Frequently Asked Questions
Does analytic design theory tell us what is a good (or bad) data analysis?
A major goal of analytic design theory is to formally define the conditions for making a data analysis successful. Data analyses serve many different purposes for many different people and integrating all of these concepts into a simple measure of “good” or “bad” is not useful or informative. Rather, it is likely that there are a variety of “dimensions” along which we might characterize data analyses. Along these different dimensions we may be able to consider analyses that are preferable or more useful than others. For example, in a paper by D’Agostino McGowan, et al. a set of design principles were defined for characterizing variation between data analyses. One way to evaluate the success of a data analysis is through the concept of alignment between the analysis producer and consumer and whether both producer and consumer weight these principles similarly. As work continues, other concepts might emerge that help to characterize the qualities of a data analysis.

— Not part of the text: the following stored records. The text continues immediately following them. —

import { relativeLuminance, relativeLuminanceP3 } from '#shared/color/luminance.ts'
import type { ResolvedCell } from './resolved.ts'

/** Opaque and inside sRGB: its ratio to another such colour is one division. */
export const LIGHT_PLAIN = 0
/** Opaque and outside sRGB, so that it is measured on P3 too where that ships. */
export const LIGHT_WIDE = 1
/** What lies under it can be seen. */
export const LIGHT_TRANSLUCENT = 2

/** What measuring reads of a token's cells, in columns by the same offsets. */
export interface TokenLight {
  /** WCAG relative luminance of the shipped sRGB bytes. */
  readonly srgb: readonly number[]
  /** Luminance of the Display P3 bytes. */
  readonly p3: readonly number[]
  /** LIGHT_…; of two cells the bits of both hold. */
  readonly kinds: readonly number[]
}

/** Reads the light of a token's cells. */
export function lightOf(cells: readonly ResolvedCell[]): TokenLight {
  const srgb: number[] = []
  const p3: number[] = []
  const kinds: number[] = []
  for (const { color } of cells) {
    const { r, g, b, a, p3r, p3g, p3b, gamut } = color.rendered
    srgb.push(relativeLuminance(r, g, b))
    p3.push(relativeLuminanceP3(p3r, p3g, p3b))
    kinds.push(a < 255 ? LIGHT_TRANSLUCENT : gamut === 'srgb' ? LIGHT_PLAIN : LIGHT_WIDE)
  }
  return { srgb, p3, kinds }
}
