import { type NearestResult, searchNearest } from '#shared/color/nearest-search.ts'
import type { Oklch } from '#shared/color/oklch.ts'
import type { ColorPlace } from './color-place.ts'
import { type ColorProbe, createColorProbe } from './color-probe.ts'
import type { Evaluation } from './evaluation.ts'
import type { WaiverModel } from './model.ts'
import type { ProbeRow } from './probe-rows.ts'
import { createProbeTrial } from './probe-trial.ts'

/** Evaluations that a search for one token may take, unless told otherwise; see `ColorProbe.weight`. */
export const NEAREST_BUDGET = 8000

/** A waived finding is made to pass too where that costs no more than this, in ΔE OK. */
const FREE_DIFFERENCE = 0.001

/** A colour to be set in a place. */
export interface PlacedColor {
  readonly place: ColorPlace
  readonly color: Oklch
  /** The largest rendered ΔE OK of the token over themes and states. */
  readonly deltaEOk: number
}

/** What a search in one place is allowed and asked. */
export interface NearestAtOptions {
  readonly waivers?: readonly WaiverModel[]
  /** Evaluations, at most. */
  readonly budget?: number
  /** Which rows have to pass; default: every one that gates. */
  readonly isAsked?: (row: ProbeRow) => boolean
}

/** What a search in one place came to. */
export interface NearestAt {
  readonly found?: PlacedColor
  readonly evaluations: number
  readonly isStopped: boolean
  readonly probe: ColorProbe
}

/** Whether a finding fails a check. */
export function isGatingRow(row: ProbeRow): boolean {
  return row.finding.gating
}

/** Of the nearest with waivers and the nearest without: the latter where it is as near. */
function freest(accepting: NearestResult, strict: NearestResult | undefined): NearestResult {
  const evaluations = accepting.evaluations + (strict?.evaluations ?? 0)
  const isFree =
    strict?.found !== undefined &&
    accepting.found !== undefined &&
    strict.found.cost <= accepting.found.cost + FREE_DIFFERENCE
  return { ...(isFree ? strict : accepting), evaluations }
}

/**
 * The colour nearest to what a place shows, hue and alpha kept, with which every asked finding that hangs on the
 * place passes or is waived, and no distinct set gets worse.
 * @throws TypeError when the system has no such token or theme
 */
export function nearestAt(
  evaluation: Evaluation,
  place: ColorPlace,
  options: NearestAtOptions = {},
): NearestAt {
  const { waivers = [], budget = NEAREST_BUDGET, isAsked = isGatingRow } = options
  const probe = createColorProbe(evaluation, place, { waivers })
  const gamut = evaluation.resolved.model.settings.p3 ? 'p3' : 'srgb'
  const search = (acceptsWaivers: boolean, left: number) =>
    searchNearest({
      start: probe.present,
      gamut,
      trial: createProbeTrial(evaluation, probe, { isAsked, acceptsWaivers }),
      budget: Math.floor(left / probe.weight),
    })
  const accepting = search(true, budget)
  const hasWaived = probe.rows.some(({ waivedFrom }) => Number.isFinite(waivedFrom))
  const left = budget - accepting.evaluations * probe.weight
  const strict = hasWaived && accepting.found && left > 0 ? search(false, left) : undefined
  const { found, evaluations, isStopped } = freest(accepting, strict)
  return {
    ...(found ? { found: { place, color: found.color, deltaEOk: found.cost } } : {}),
    evaluations: evaluations * probe.weight,
    isStopped,
    probe,
  }
}
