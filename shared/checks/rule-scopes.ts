import type {
  Adjustment,
  DerivedState,
  PrefixRules,
  RuleScope,
  StateRule,
  SystemModel,
  ThemeRule,
  TokenModel,
} from './model.ts'

/** A state rule with every field decided. */
export type MergedStateRule = Required<StateRule>

/** A theme rule with its kind decided; further fields keep their defaults open. */
export type MergedThemeRule = ThemeRule & { readonly kind: NonNullable<ThemeRule['kind']> }

const UNCHANGED: Required<Adjustment> = { lightness: 0, chroma: 1, hue: 0, alpha: 1 }
const AWAY_FROM_GROUND: MergedStateRule['towards'] = { direction: 'away', reference: 'ground' }
const KEEP: MergedThemeRule = { kind: 'keep' }

/** What a state does where no rule says otherwise; rules are merged over it field by field. */
const DEFAULT_STATE_RULES: Readonly<Record<DerivedState, MergedStateRule>> = {
  hover: { ...UNCHANGED, lightness: 0.05, towards: AWAY_FROM_GROUND },
  active: { ...UNCHANGED, lightness: 0.1, towards: AWAY_FROM_GROUND },
  focus: { ...UNCHANGED, towards: AWAY_FROM_GROUND },
  disabled: { ...UNCHANGED, chroma: 0.35, alpha: 0.45, towards: AWAY_FROM_GROUND },
}

/** Whether a rule says anything: a rule without fields is none. */
export function hasFields(rule: StateRule | ThemeRule | undefined): boolean {
  return rule !== undefined && Object.values(rule).some((field) => field !== undefined)
}

/** Lays the fields that are given over those below. */
function over<Rule extends object>(below: Rule, above: Partial<Rule> | undefined): Rule {
  if (above === undefined) return below
  const merged: Rule = { ...below }
  for (const [field, value] of Object.entries(above)) {
    if (value !== undefined) Object.assign(merged, { [field]: value })
  }
  return merged
}

/** The rules that hold for a token: system, then name prefixes from short to long, then the token's own. */
export interface RuleScopes {
  stateRuleOf(token: TokenModel, state: DerivedState): MergedStateRule
  /** `theme` is any but the base, which has no rule. */
  themeRuleOf(token: TokenModel, theme: string): MergedThemeRule
}

/** Reads the rules of a model; what tokens have in common is merged once. */
export function createRuleScopes(model: SystemModel): RuleScopes {
  const prefixScopes = new Map<string, PrefixRules[]>()
  for (const rules of model.prefixes) {
    const same = prefixScopes.get(rules.prefix)
    if (same) same.push(rules)
    else prefixScopes.set(rules.prefix, [rules])
  }
  const systemThemeRules = new Map(model.themes.map((theme) => [theme.id, theme.rule]))
  const stateRules = new Map<string, MergedStateRule>()
  const themeRules = new Map<string, MergedThemeRule>()
  const scopesOf = new Map<string, { key: string; scopes: readonly RuleScope[] }>()

  /** The prefixes that cover a name, and the longest of them, which stands for all. */
  const covering = (name: string) => {
    const known = scopesOf.get(name)
    if (known) return known
    const scopes: RuleScope[] = []
    let key = ''
    if (prefixScopes.size > 0) {
      for (let end = name.indexOf('.'); ; end = name.indexOf('.', end + 1)) {
        const prefix = end < 0 ? name : name.slice(0, end)
        const found = prefixScopes.get(prefix)
        if (found) {
          scopes.push(...found)
          key = prefix
        }
        if (end < 0) break
      }
    }
    const result = { key, scopes }
    scopesOf.set(name, result)
    return result
  }

  return {
    stateRuleOf(token, state) {
      const { key, scopes } = covering(token.name)
      const sharedKey = `${state} ${key}`
      let shared = stateRules.get(sharedKey)
      if (shared === undefined) {
        shared = over(DEFAULT_STATE_RULES[state], model.states[state])
        for (const scope of scopes) shared = over(shared, scope.states?.[state])
        stateRules.set(sharedKey, shared)
      }
      return over(shared, token.rules?.states?.[state])
    },
    themeRuleOf(token, theme) {
      const { key, scopes } = covering(token.name)
      const sharedKey = `${theme} ${key}`
      let shared = themeRules.get(sharedKey)
      if (shared === undefined) {
        shared = over(KEEP, systemThemeRules.get(theme))
        for (const scope of scopes) shared = over(shared, scope.themes?.[theme])
        themeRules.set(sharedKey, shared)
      }
      return over(shared, token.rules?.themes?.[theme])
    },
  }
}

/** Whether a prefix covers a name: by whole segments, so `action` covers `action.fill` and not `actions`. */
export function coversName(prefix: string, name: string): boolean {
  return name === prefix || name.startsWith(`${prefix}.`)
}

How does analytic iteration relate to Bayesian or frequentist inference?
Analytic iteration, a concept introduced and formalized in a paper by Peng and Hicks, is independent of traditional inferential paradigms in statistics. Typical presentations of Bayesian or frequentist approaches essentially take a single pass through the data to produce a result. Bayesian approaches integrate the likelihood function with a prior distribution to produce a posterior distribution or some function of the posterior. Frequentist approaches similarly take the data and produce a result such a test statistic or a confidence interval. In both cases, no matter how complex or time-consuming the procedure may be (e.g. MCMC or bootstrap), these approaches represent a single analytic iteration because the analyst doesn’t see the data or results until the very end of the process. At that point, the analyst must interpret the result and decide on subsequent action. At that point, a second iteration could be initiated. Analytic iteration is not tied to specific inferential paradigms or specific statistical procedures or tools. Rather, analytic iteration describes a more general series of activities—considering expected potential outcomes, diagnosing unexpected outcomes—that are common to most if not all data analyses.
Isn’t analytic iteration just another word for p-hacking?
The act of p-hacking is typically described as analyzing many outcomes or conducting many tests and then only presenting those outcomes that are “significant” (while omitting the other “non-significant” outcomes). This approach is problematic because it implies a lesser degree of uncertainty than actually exists in the result. Analytic iteration is the process of applying a tool to data, developing expectations for the output, and comparing the output of the tool to our expectations. From that comparison, one can decide on a subsequent follow up action, such as applying a new tool to the data to obtain new output. This process bears some superficial resemblance to p-hacking because in both cases multiple tools are being applied to the data to produce a series of outputs. However, they key problem with p-hacking is the omission of results that are deemed non-significant, which produces a misleading characterization of the uncertainty as well as a misleading representation of the process for obtaining the result. Analytic iteration is a general process describing how an analyst learns from a dataset; it does not necessarily describe how results should be presented. Reproducibility and transparency is, in general, key to presenting an accurate picture of the analytic process.
How does analytic iteration apply to the analysis of clinical trials?
Data from clinical trials are often analyzed using a highly-specific and detailed analytic protocol that is written even before the data are collected. Such an approach to pre-specification can guard against the possibility of p-hacking or the selective presentation of results. In many clinical trials, once the data are collected, the pre-specified analysis protocol must be executed without deviation. In this scenario, there is no real analytic iteration; there is only a single analytic “step”. While that step may be complicated and statistically sophisticated, there are no intermediate results for the analyst to look at and consider. Therefore, there are no decisions for the analyst to make in the execution of the clinical trial analysis protocol. Indeed, that is often the point of pre-specifying the analysis, so that the analyst is not tempted to revise the analysis on the fly to orient it towards a preferred outcome. However, once the analysis is done and the results are in hand, the analyst may want to explore the data more to explain the observed results or to gain some insight. This typically does not involve changing the original analysis protocol. Rather, this next iteration of the analysis would add to what was already produced in order to provide clearer explanation or interpretation to the results.